1967 – Progressive Liberal Party – Cut The Fat & Make Officials Responsible To Office They Were Elected To
Miss Bahamas International Beauty Pageant and a few other such tourist promotion schemes, were taking gigantic bites out of Tourism’s budget. Their return on investment, in terms of tourist revenue, was marginal.
Such big budget promotions were making a really good living for promoters, but were now standing in the way of Premier Lynden Pindling’s new plan.
Bahamianization was the plan. It would change national politics forever.

Salaries for Members of Parliament were now a line item of the national budget. Prior to this, Parliamentarians drew no salaries. This gave them license to pursue private business interests, even if such business dealings resulted in conflicts of interest with government affairs.

British appointed governors and British public service officials were not only paid handsomely, but enjoyed generous living allowances. Arthur Foulkes, MP for Grant’s Town in 1967 made mention of this.
Ironically, Arthur Foulkes, would go on later to become the ninth Bahamian Governor General in an independent Bahamas.


MPs salaries, it was envisioned, would make representatives accountable and responsible to the people who elected them.

Salaries would also make the role of Member of Parliament accessible, more aspirational to anyone, not just the rich.

1967 – Introduction of MP Salaries Leave UBP Opposition Speechless and Feeling Their Fat Pockets…

United Bahamian Party Members’ reactions, to a new salary mandate, was almost infantile and pilchard like in response.

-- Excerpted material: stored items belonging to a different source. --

/* The row that fits a symbol best among those that leave the cell as it is; 0: none. */
static int row_for_cell(const bh_symbol *symbol, const bh_cell *cell)
{
	int found = 0, best = 0;

	for (int i = 1; i <= ROWS; i++) {
		SpglibSpacegroupType type;
		bh_symbol_row row = row_of(i, &type);
		int fit = bh_symbol_fit(symbol, &row), rotations[BH_MAX_IMAGES][3][3];
		double shifts[BH_MAX_IMAGES][3];
		bh_symop ops[BH_MAX_IMAGES];
		bh_space_group group = { .ops = ops };

		if (fit <= best || !bh_symbol_choice(symbol, &row))
			continue;
		group.op_count =
			(size_t)spg_get_symmetry_from_database(rotations, shifts, i);
		for (size_t n = 0; n < group.op_count; n++)
			memcpy(ops[n].rotation, rotations[n], sizeof rotations[n]);
		if (bh_symmetry_misfit(&group, cell) > BH_MISFIT_MOST)
			continue;
		found = i;
		best = fit;
	}
	return found;
}

bool bh_symmetry_find_for_cell(bh_space_group *group, bool *origin_open, bh_arena *arena,
			       const bh_symmetry_asked *asked, bh_err *err)
{
	SpglibSpacegroupType type;
	bh_symbol_row found;
	bh_symbol symbol;
	int row = bh_symbol_read(&symbol, asked->text) ? row_for_cell(&symbol, asked->cell)
						       : 0;

	if (!row)
		return bh_symmetry_find(group, origin_open, arena, asked->text, err);
	found = row_of(row, &type);
	*origin_open = type.choice[0] == '1' && symbol.choice[0] == '\0' &&
		       !bh_symbol_is_hall(&symbol, &found);
	return bh_symmetry_row(group, arena, row, err);
}

/* Whether the operations are those of a row of the table. */
static bool is_row(const bh_space_group *group, int row)
{
	int rotations[BH_MAX_IMAGES][3][3];
	double shifts[BH_MAX_IMAGES][3];
	bh_symop ops[BH_MAX_IMAGES];
	bh_space_group other = { .ops = ops };

	other.op_count =
		(size_t)spg_get_symmetry_from_database(rotations, shifts, row);
	if (other.op_count != group->op_count)
		return false;
	for (size_t i = 0; i < other.op_count; i++) {
		memcpy(ops[i].rotation, rotations[i], sizeof rotations[i]);
		memcpy(ops[i].shift, shifts[i], sizeof shifts[i]);
	}
	return bh_operations_equal(group, &other);
}

static void take_names(bh_space_group *group, int number)
{
	SpglibSpacegroupType type;
	bh_symbol_row row = row_of(number, &type);

	group->number = type.number;
	group->hall_number = number;
	bh_symbol_write(group->symbol, sizeof group->symbol, &row);
	snprintf(group->hall, sizeof group->hall, "%s", type.hall_symbol);
	snprintf(group->choice, sizeof group->choice, "%.7s", type.choice);
}

/* The type of a group in a setting or with an origin that is not in the table; 0: none. */
static int type_of(const bh_space_group *group, const bh_cell *cell)
{
	int rotations[BH_MAX_IMAGES][3][3];
	double shifts[BH_MAX_IMAGES][3], lattice[3][3];

	bh_cell_axes(lattice, cell);
	for (size_t i = 0; i < group->op_count; i++) {
		memcpy(rotations[i], group->ops[i].rotation, sizeof rotations[i]);
		memcpy(shifts[i], group->ops[i].shift, sizeof shifts[i]);
	}
	return spg_get_spacegroup_type_from_symmetry(rotations, shifts,
						     (int)group->op_count, lattice, 1e-4)
		.number;
}

bool bh_symmetry_name(bh_space_group *group, const bh_cell *cell)
{
	int number;

	for (int row = 1; row <= ROWS; row++)
		if (is_row(group, row)) {
			take_names(group, row);
			return true;
		}
	number = type_of(group, cell);
	if (number < 1 || number > 230)
		return false;
	for (int row = 1; row <= ROWS; row++)
		if (spg_get_spacegroup_type(row).number == number) {
			take_names(group, row);
			break;
		}
	/* the kind is known, the setting has no name */
	group->hall_number = 0;
	group->hall[0] = '\0';
	group->choice[0] = '\0';
	return true;
}

/* Rᵀ G R of one operation. */
static bh_mat3 turned(const bh_mat3 *metric, const bh_symop *op)
{
	bh_mat3 out = { { { 0 } } };

	for (int i = 0; i < 3; i++)
		for (int j = 0; j < 3; j++)
			for (int k = 0; k < 3; k++)
				for (int l = 0; l < 3; l++)
					out.at[i][j] += op->rotation[k][i] *
							metric->at[k][l] *
							op->rotation[l][j];
	return out;
}

double bh_symmetry_misfit(const bh_space_group *group, const bh_cell *cell)
{
	bh_mat3 metric = bh_cell_metric(cell);
	double worst = 0;

	for (size_t n = 0; n < group->op_count; n++) {
		bh_mat3 other = turned(&metric, &group->ops[n]);

		for (int i = 0; i < 3; i++)
			for (int j = 0; j < 3; j++) {
				double scale = sqrt(metric.at[i][i] * metric.at[j][j]);

				/* half: an edge that is off by 1 % makes its square off by 2 % */
				worst = fmax(worst,
					     fabs(other.at[i][j] - metric.at[i][j]) /
						     scale / 2);
			}
	}
	return worst;
}

/* The metric that the operations leave of a given one: the mean of Rᵀ G R. */
static bh_mat3 mean_metric(const bh_space_group *group, const bh_mat3 *metric)
{
	bh_mat3 mean = { { { 0 } } };

	for (size_t n = 0; n < group->op_count; n++) {
		bh_mat3 other = turned(metric, &group->ops[n]);

		for (int i = 0; i < 3; i++)
			for (int j = 0; j < 3; j++)
				mean.at[i][j] += other.at[i][j] / (double)group->op_count;
	}
	return mean;
}

/* a b c and the cosines of α β γ of a metric. */
static void cell_values(double values[6], const bh_mat3 *metric)
{
	for (int i = 0; i < 3; i++) {
		int j = (i + 1) % 3, k = (i + 2) % 3;

		values[i] = sqrt(metric->at[i][i]);
		values[3 + i] =
			metric->at[j][k] / sqrt(metric->at[j][j] * metric->at[k][k]);
	}
}

void bh_symmetry_fit_cell(bh_cell *cell, const bh_space_group *group)
{
	bh_mat3 metric = bh_cell_metric(cell), mean = mean_metric(group, &metric);

	bh_cell_of_metric(cell, &mean);
}

unsigned bh_symmetry_free_cell(const bh_space_group *group)
{
	/* two cells without any regularity, made to obey the group: a value that is the same
	 * in both is fixed, one that equals an earlier one in both follows from it */
	static const bh_mat3 wild[2] = {
		{ { { 31.7, 3.1, -4.3 }, { 3.1, 47.9, 5.9 }, { -4.3, 5.9, 71.3 } } },
		{ { { 83.9, -7.7, 2.3 }, { -7.7, 29.3, -6.1 }, { 2.3, -6.1, 53.1 } } },
	};
	double a[6], b[6];
	unsigned free_bits = 0;

	for (int n = 0; n < 2; n++) {
		bh_mat3 mean = mean_metric(group, &wild[n]);

		cell_values(n ? b : a, &mean);
	}
	for (int i = 0; i < 6; i++) {
		bool is_free = fabs(a[i] - b[i]) > 1e-9;

		for (int j = i < 3 ? 0 : 3; j < i; j++)
			is_free = is_free &&
				  (fabs(a[i] - a[j]) > 1e-9 || fabs(b[i] - b[j]) > 1e-9);
		free_bits |= is_free ? 1u << i : 0;
	}
	return free_bits;
}

/* Operation on a point, into [0, 1). */
static void move(double to[3], const bh_symop *op, const double at[3])
{
	for (int j = 0; j < 3; j++) {
		to[j] = op->rotation[j][0] * at[0] + op->rotation[j][1] * at[1] +
			op->rotation[j][2] * at[2] + op->shift[j];
		to[j] -= floor(to[j]);
		if (to[j] >= 1) /* a tiny negative rounds up to 1 */
			to[j] = 0;
	}
}

/* The shortest way from a to b, modulo whole cells. */
static void way(double away[3], const double a[3], const double b[3])
{
	for (int j = 0; j < 3; j++) {
		away[j] = b[j] - a[j];
		away[j] -= round(away[j]);
	}
}

void bh_symmetry_settle(double exact[3], const bh_space_group *group, const bh_cell *cell,
			const double at[3], double within_A)
{
	bh_mat3 metric = bh_cell_metric(cell);
	double sum[3] = { 0 }, n = 0;
	double reach_A = within_A > 0 ? within_A : BH_REACH_DEFAULT_A;

	for (size_t i = 0; i < group->op_count; i++) {
		double image[3], away[3];

		move(image, &group->ops[i], at);
		way(away, at, image);
		if (bh_mat3_form(&metric, away, away) >= reach_A * reach_A)
			continue;
		n++;
		for (int j = 0; j < 3; j++)
			sum[j] += away[j];
	}
	for (int j = 0; j < 3; j++)
		exact[j] = at[j] + (n > 0 ? sum[j] / n : 0);
}

double bh_symmetry_image_A(const bh_space_group *group, const bh_cell *cell,
			   const double at[3], double beyond_A)
{
	bh_mat3 metric = bh_cell_metric(cell);
	double nearest = HUGE_VAL;

	for (size_t i = 0; i < group->op_count; i++) {
		double image[3], away[3], d_A;

		move(image, &group->ops[i], at);
		way(away, at, image);
		d_A = sqrt(bh_mat3_form(&metric, away, away));
		if (d_A >= beyond_A && d_A < nearest)
			nearest = d_A;
	}
	return nearest;
}

size_t bh_symmetry_orbit(const bh_space_group *group, const bh_cell *cell,
			 const double at[3], double within_A,
			 double images[BH_MAX_IMAGES][3])
{
	bh_mat3 metric = bh_cell_metric(cell);
	double reach_A = within_A > 0 ? within_A : BH_REACH_DEFAULT_A;
	double exact[3];
	size_t count = 0;

	bh_symmetry_settle(exact, group, cell, at, within_A);
	for (size_t n = 0; n < group->op_count; n++) {
		double image[3];
		bool seen = false;

		move(image, &group->ops[n], exact);
		for (size_t i = 0; i < count && !seen; i++) {
			double away[3];

			way(away, images[i], image);
			seen = bh_mat3_form(&metric, away, away) < reach_A * reach_A;
		}
		if (!seen)
			memcpy(images[count++], image, sizeof image);
	}
	return count;
}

They pretended to be clueless as what would be expected of them, indeed what would be expected of all politicians in the future.
Here were astute businessmen, lawyers and professionals in their own right, suddenly befuddled by what new responsibilities were going to demanded of all representatives of the people.

One would think that, all Assembly Members would be ecstatic at the prospect of being paid for their time, but the UBP were not. They were very much against it because it would go against a long revered pirates status quo.

All manner of overt and covert business dealings, conflicts of interest, public contracts, pay-offs, bribes, quid pro quos and handouts had become the norm for many Assembly Members. This was how Bahamian government business was done for two hundred years.

Under colonial administration, it was steadfastly held that Members never drew salaries from crown funds or the public treasury. This meant MPs had free license to conduct their private businesses which often had government ties, one way or the other.
No one questioned this norm until the Progressive Liberal Party did in 1967.